To answer the OP, the United States was set up as a federal republic, wherein sovereign States agreed to a central government with limited powers. As such, the States themselves selected the President according to a process which mirrored the composition of the House and Senate. The method of selecting Presidential Electors was and still is left to the States:
"Except for the electors in
Maine and
Nebraska, electors are elected on a "winner-take-all" basis.
[2] That is, all electors pledged to the presidential candidate who wins the most votes in a state become electors for that state. Maine and Nebraska use the "congressional district method", selecting one elector within each congressional district by popular vote and selecting the remaining two electors by a statewide popular vote." -Wiki
Thus, the direct popular election of the President is opposed in large States, whose power and influence would be diluted by proportional assignment of electors to each candidate, and in small States, who fear that vote manipulation in large urban areas could sway a national election. The first step towards reforming this system would be to require proportional selection of all electors, but this would never be supported by the Democratic states.
The method of selecting Presidential Electors was and still is left to the States.
For states seeking to exercise their responsibility under the U.S. Constitution to choose a method of allocating electoral votes that best serves their state’s interest and that of the national interest, a proportional method falls far short of the National Popular Vote plan.

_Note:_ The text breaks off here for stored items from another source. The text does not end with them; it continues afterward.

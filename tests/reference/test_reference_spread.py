"""Equality of variances against published values."""

import numpy as np
import pingouin
import pytest
import scipy.stats

from auditd.stats import bartlett, brown_forsythe, levene

# Beall (1942), Biometrika 32:243-262, as in R's InsectSprays: counts of insects under six sprays.
INSECT_SPRAYS = {
    "A": (10, 7, 20, 14, 14, 12, 10, 23, 17, 20, 14, 13),
    "B": (11, 17, 21, 11, 16, 14, 17, 17, 19, 21, 7, 13),
    "C": (0, 1, 7, 2, 3, 1, 2, 1, 3, 0, 1, 4),
    "D": (3, 5, 12, 6, 4, 3, 5, 5, 5, 5, 2, 4),
    "E": (3, 5, 3, 5, 3, 6, 1, 1, 3, 2, 6, 4),
    "F": (11, 9, 15, 22, 15, 16, 13, 10, 26, 26, 24, 13),
}
COUNTS = np.array([c for counts in INSECT_SPRAYS.values() for c in counts])
SPRAYS = [spray for spray, counts in INSECT_SPRAYS.items() for _ in counts]


def test_gear_by_median(columns):
    """NIST e-Handbook 1.3.5.10, GEAR.DAT: W 1.70591, p .0991 (published; the program's default is the
    median).
    """
    batch, diameter = columns("eh_gear.csv", "batch", "diameter")
    result = brown_forsythe(diameter, batch)
    assert result.statistic == pytest.approx(1.70591, abs=8.1e-6)
    assert result.pvalue == pytest.approx(0.0991, abs=5.8e-5)
    assert result.df == (9, 90)


def test_gear_by_mean(columns):
    """R car, leveneTest(center = mean) on GEAR.DAT: 2.15945985647285, p .032236826559783 (published)."""
    batch, diameter = columns("eh_gear.csv", "batch", "diameter")
    result = levene(diameter, batch)
    assert result.statistic == pytest.approx(2.15945985647285, abs=2.2e-9)
    assert result.pvalue == pytest.approx(0.032236826559783, abs=3.4e-11)


@pytest.mark.parametrize(
    ("file", "column", "expected", "tolerance"),
    [("eh_randwalk.csv", "y", 10.459, 0.00055), ("eh_dziuba1.csv", "resistance", 140.85, 0.0058)],
)
def test_spread_over_four_quarters(columns, file, column, expected, tolerance):
    """NIST e-Handbook 1.4.2.3 and 1.4.2.7: W about medians of four consecutive quarters (recalled,
    reproduced).
    """
    x = columns(file, column)
    quarter = np.repeat(np.arange(4), x.size // 4)
    assert brown_forsythe(x, quarter).statistic == pytest.approx(expected, abs=tolerance)


def test_gear_by_bartlett(columns):
    """NIST e-Handbook 1.3.5.7, GEAR.DAT: T 20.7858, p .0136358632781 on 9 df (recalled, reproduced)."""
    batch, diameter = columns("eh_gear.csv", "batch", "diameter")
    result = bartlett(diameter, batch)
    assert result.statistic == pytest.approx(20.7858, abs=8.2e-5)
    assert result.pvalue == pytest.approx(0.0136358632781, abs=1.4e-11)
    assert result.df == 9


def test_insect_sprays_by_bartlett():
    """R, example(bartlett.test): K-squared 25.9598, df 5, p 9.085e-05 (published), of whole numbers."""
    result = bartlett(COUNTS, SPRAYS)
    assert result.statistic == pytest.approx(25.9598, abs=5.5e-5)
    assert result.pvalue == pytest.approx(9.085e-5, abs=5.5e-9)
    assert result.df == 5


def test_speed_of_light(columns):
    """Michelson's five experiments: Bartlett's T and W about medians (computed independently)."""
    experiment, speed = columns("morley.csv", "Expt", "Speed")
    assert bartlett(speed, experiment).statistic == pytest.approx(11.551764981901371, abs=1.2e-8)
    assert brown_forsythe(speed, experiment).statistic == pytest.approx(1.6749389829152164, abs=1.7e-9)


def test_documented_levene_of_pingouin():
    """pingouin's documentation of `homoscedasticity`: 1.173518, p .310707 (median); 1.572239, p .209303
    (mean).
    """
    frame = pingouin.read_dataset("mediation")[["X", "Y", "M"]]
    x, which = frame.to_numpy().ravel(), np.tile(np.arange(3), len(frame))
    by_median, by_mean = brown_forsythe(x, which), levene(x, which)
    assert (by_median.statistic, by_median.pvalue) == pytest.approx((1.173518, 0.310707), abs=5.5e-7)
    assert (by_mean.statistic, by_mean.pvalue) == pytest.approx((1.572239, 0.209303), abs=5.5e-7)


def test_agree_with_scipy_on_unequal_sizes():
    """scipy's levene and bartlett give the same on groups of 5, 8, 13 and 34 values, even and odd."""
    rng = np.random.default_rng(7)
    parts = [rng.exponential(scale, size) for scale, size in ((1, 5), (2, 8), (1, 13), (3, 34))]
    x, group = np.concatenate(parts), np.repeat(np.arange(4), [p.size for p in parts])
    pairs = (
        (brown_forsythe(x, group), scipy.stats.levene(*parts, center="median")),
        (levene(x, group), scipy.stats.levene(*parts, center="mean")),
        (bartlett(x, group), scipy.stats.bartlett(*parts)),
    )
    for ours, theirs in pairs:
        assert (ours.statistic, ours.pvalue) == pytest.approx((theirs.statistic, theirs.pvalue), rel=1e-10)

Support for a national popular vote is strong among Republicans, Democrats, and Independent voters, as well as every demographic group in every state surveyed recently. In the 41 red, blue, and purple states surveyed, overall support has been in the 67-81% range -in rural states, in small states, in Southern and border states, in big states, and in other states polled.
Americans believe that the candidate who receives the most votes should win.
The National Popular Vote bill that would guarantee the presidency to the candidate with the most popular votes in the country.
It would make every person's vote equal and matter to their candidate because it guarantees that the candidate who gets the most votes in all 50 states and DC becomes President.
All of the presidential electors from the enacting states will be supporters of the presidential candidate receiving the most popular votes in all 50 states (and DC)—thereby guaranteeing that candidate with an Electoral College majority.
The National Popular Vote bill has passed 33 state legislative chambers in 22 rural, small, medium, large, Democratic, Republican and purple states with 250 electoral votes, including one house in Arkansas (6), Connecticut (7), Delaware (3), The District of Columbia, Maine (4), Michigan (16), Nevada (6), New Mexico (5), North Carolina (15), Oklahoma (7), and Oregon (7), and both houses in California, Colorado (9), Hawaii, Illinois, New Jersey, Maryland, Massachusetts, New York, Rhode Island, Vermont, and Washington. It has been enacted by small, medium, and large states -- the District of Columbia (3), Hawaii (4), Illinois (19), New Jersey (14), Maryland (11), California (55), Massachusetts (10), New York (29), Vermont (3), Rhode Island (4), and Washington (13).
38 small, medium, and large states in 2012 had no political power or influence in the general election campaign.
Analysts already conclude that only the 2016 party winner of Florida, Ohio, Virginia, Nevada, Colorado, Iowa and New Hampshire (with 86 electoral votes among them) is not a foregone conclusion. So, if the National Popular Vote bill is not in effect, less than a handful of states will continue to dominate and determine the presidential general election.
More than 99% of presidential campaign attention (ad spending and visits) was invested on voters in just the only ten competitive states in 2012.
Two-thirds (176 of 253) of the general-election campaign events, and a similar fraction of campaign expenditures, were in just four states (Ohio, Florida, Virginia, and Iowa).